*WHAT YOU SHOULD DO*. Go through the listing below, count the lines that contain "runtime", and state the number alone.
┌──
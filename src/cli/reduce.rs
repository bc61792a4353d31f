//! `understudy reduce`: traces + template → reduced template + reduction log.

use std::path::{Path, PathBuf};
use understudy::greybox::{generic_converter, read_template, FitTrace};
use understudy::reduce::reduction::{split_traces, ReductionEvent};
use understudy::reduce::{
    reduce_template, write_reduced, ReducedFile, ReductionConfig, ReductionError,
};
use understudy::signal::trace::read_folder;
use understudy::Error;

pub struct Request {
    pub traces: PathBuf,
    pub template: Option<PathBuf>,
    pub out: PathBuf,
    pub held_out: f64,
    pub tolerance: Option<f64>,
    pub tolerance_margin: Option<f64>,
    pub min_parameters: Option<usize>,
    pub max_steps: Option<usize>,
    pub decimation: Option<usize>,
    pub geodesic_traces: Option<usize>,
    pub quiet: bool,
}

fn load_traces(dir: &Path) -> Result<Vec<FitTrace>, Error> {
    if !dir.is_dir() {
        return Err(Error::bad_input(
            "--traces",
            dir.display().to_string(),
            "a folder of *.csv traces",
        ));
    }
    read_folder(dir)?
        .into_iter()
        .map(|(path, trace)| {
            trace.check_usable(&path)?;
            let name = path
                .file_stem()
                .map(|s| s.to_string_lossy().into_owned())
                .unwrap_or_default();
            FitTrace::from_trace(&trace, &name).map_err(|e| Error::BadFile {
                path: path.clone(),
                message: e.to_string(),
            })
        })
        .collect()
}

fn config(req: &Request) -> Result<ReductionConfig, Error> {
    let bad = |flag: &str, value: String, e: understudy::fit::ConfigError| {
        Error::bad_input(flag, value, e.to_string())
    };
    let mut c = ReductionConfig::default();
    let (factor, margin) = c.tolerance();
    let (factor, margin) = (
        req.tolerance.unwrap_or(factor),
        req.tolerance_margin.unwrap_or(margin),
    );
    c = c
        .with_tolerance(factor, margin)
        .map_err(|e| bad("--tolerance", format!("{factor} (margin {margin})"), e))?;
    if let Some(n) = req.min_parameters {
        c = c
            .with_min_parameters(n)
            .map_err(|e| bad("--min-parameters", n.to_string(), e))?;
    }
    if let Some(n) = req.max_steps {
        c = c
            .with_max_steps(n)
            .map_err(|e| bad("--max-steps", n.to_string(), e))?;
    }
    if let Some(k) = req.decimation {
        c = c
            .with_decimation(k)
            .map_err(|e| bad("--decimation", k.to_string(), e))?;
    }
    if let Some(n) = req.geodesic_traces {
        c = c
            .with_geodesic_traces(n)
            .map_err(|e| bad("--geodesic-traces", n.to_string(), e))?;
    }
    Ok(c)
}

/// Reduce `template` on the traces in `traces_dir` (split by the shared held-out rule),
/// showing progress on stderr unless `quiet`: the reduced file, not yet written.
pub fn reduce_folder(
    traces_dir: &Path,
    template: &understudy::runtime::block::Template,
    template_path: Option<&Path>,
    held_out_fraction: f64,
    config: &ReductionConfig,
    quiet: bool,
) -> Result<ReducedFile, Error> {
    let traces = load_traces(traces_dir)?;
    let (training, held_out, split) = split_traces(traces, held_out_fraction).map_err(|e| {
        Error::bad_input("--held-out", held_out_fraction.to_string(), e.to_string())
    })?;
    if !quiet {
        eprintln!(
            "reducing `{}` on {} training traces ({} held out)…",
            template.name,
            training.len(),
            held_out.len()
        );
    }
    let outcome = reduce_template(template, &training, &held_out, config, |event| {
        if quiet {
            return;
        }
        match event {
            ReductionEvent::FullFitted { parameters, errors } => eprintln!(
                "  full template fitted: {parameters} parameters, held-out NRMSE P {:.2} %, Q {:.2} %",
                100.0 * errors.held_out.p,
                100.0 * errors.held_out.q
            ),
            ReductionEvent::Step(s) => eprintln!(
                "  step {}: {} — {} → {} parameters, held-out NRMSE P {:.2} %, Q {:.2} %{}",
                s.index,
                s.sentence,
                s.parameters_before,
                s.parameters_after,
                100.0 * s.errors_after.held_out.p,
                100.0 * s.errors_after.held_out.q,
                if s.accepted { "" } else { " (beyond the tolerance: not kept)" }
            ),
            ReductionEvent::FinalRefit => eprintln!("  refit at the full sample rate…"),
        }
    })
    .map_err(|e| match &e {
        ReductionError::Template { .. } => Error::BadFile {
            path: template_path
                .map(Path::to_path_buf)
                .unwrap_or_else(|| PathBuf::from("(built-in template)")),
            message: e.to_string(),
        },
        e if e.is_bad_input() => Error::BadFile {
            path: traces_dir.to_path_buf(),
            message: e.to_string(),
        },
        e => Error::Failed(e.to_string()),
    })?;
    Ok(ReducedFile::new(outcome, split, config))
}

pub fn run(req: Request) -> Result<i32, Error> {
    let config = config(&req)?;
    let template = match &req.template {
        Some(p) => read_template(p).map_err(|e| Error::BadFile {
            path: p.clone(),
            message: e.to_string(),
        })?,
        None => generic_converter(),
    };
    let file = reduce_folder(
        &req.traces,
        &template,
        req.template.as_deref(),
        req.held_out,
        &config,
        req.quiet,
    )?;
    let log = write_reduced(&req.out, &file).map_err(|e| Error::Failed(e.to_string()))?;
    let free =
        |t: &understudy::runtime::block::Template| t.parameters.iter().filter(|p| !p.fixed).count();
    println!(
        "reduced `{}`: {} → {} free parameters, {} → {} states in {} steps; held-out NRMSE \
         P {:.2} % → {:.2} %, Q {:.2} % → {:.2} %\nstopped: {}\nwritten: {} and {}",
        file.full_template.name,
        free(&file.full_template),
        free(&file.template),
        file.full_template.state_count(),
        file.template.state_count(),
        file.steps.iter().filter(|s| s.accepted).count(),
        100.0 * file.errors.full.held_out.p,
        100.0 * file.errors.reduced.held_out.p,
        100.0 * file.errors.full.held_out.q,
        100.0 * file.errors.reduced.held_out.q,
        file.stop.describe(),
        req.out.display(),
        log.display()
    );
    Ok(0)
}
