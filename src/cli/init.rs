use std::path::Path;
use understudy::{demo::DEMO_STUDY, Error};

pub fn run(file: &Path, force: bool) -> Result<i32, Error> {
    if file.exists() && !force {
        return Err(Error::bad_input(
            "FILE",
            file.display().to_string(),
            "a path that does not exist yet (or pass --force to replace it)",
        ));
    }
    understudy::atomic::write_atomic(file, DEMO_STUDY.as_bytes())
        .map_err(|e| Error::io(file, e))?;
    eprintln!(
        "wrote {} (the demo plant's study; edit it for your unit)",
        file.display()
    );
    Ok(0)
}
└──
*TASK OUTPUT*. 2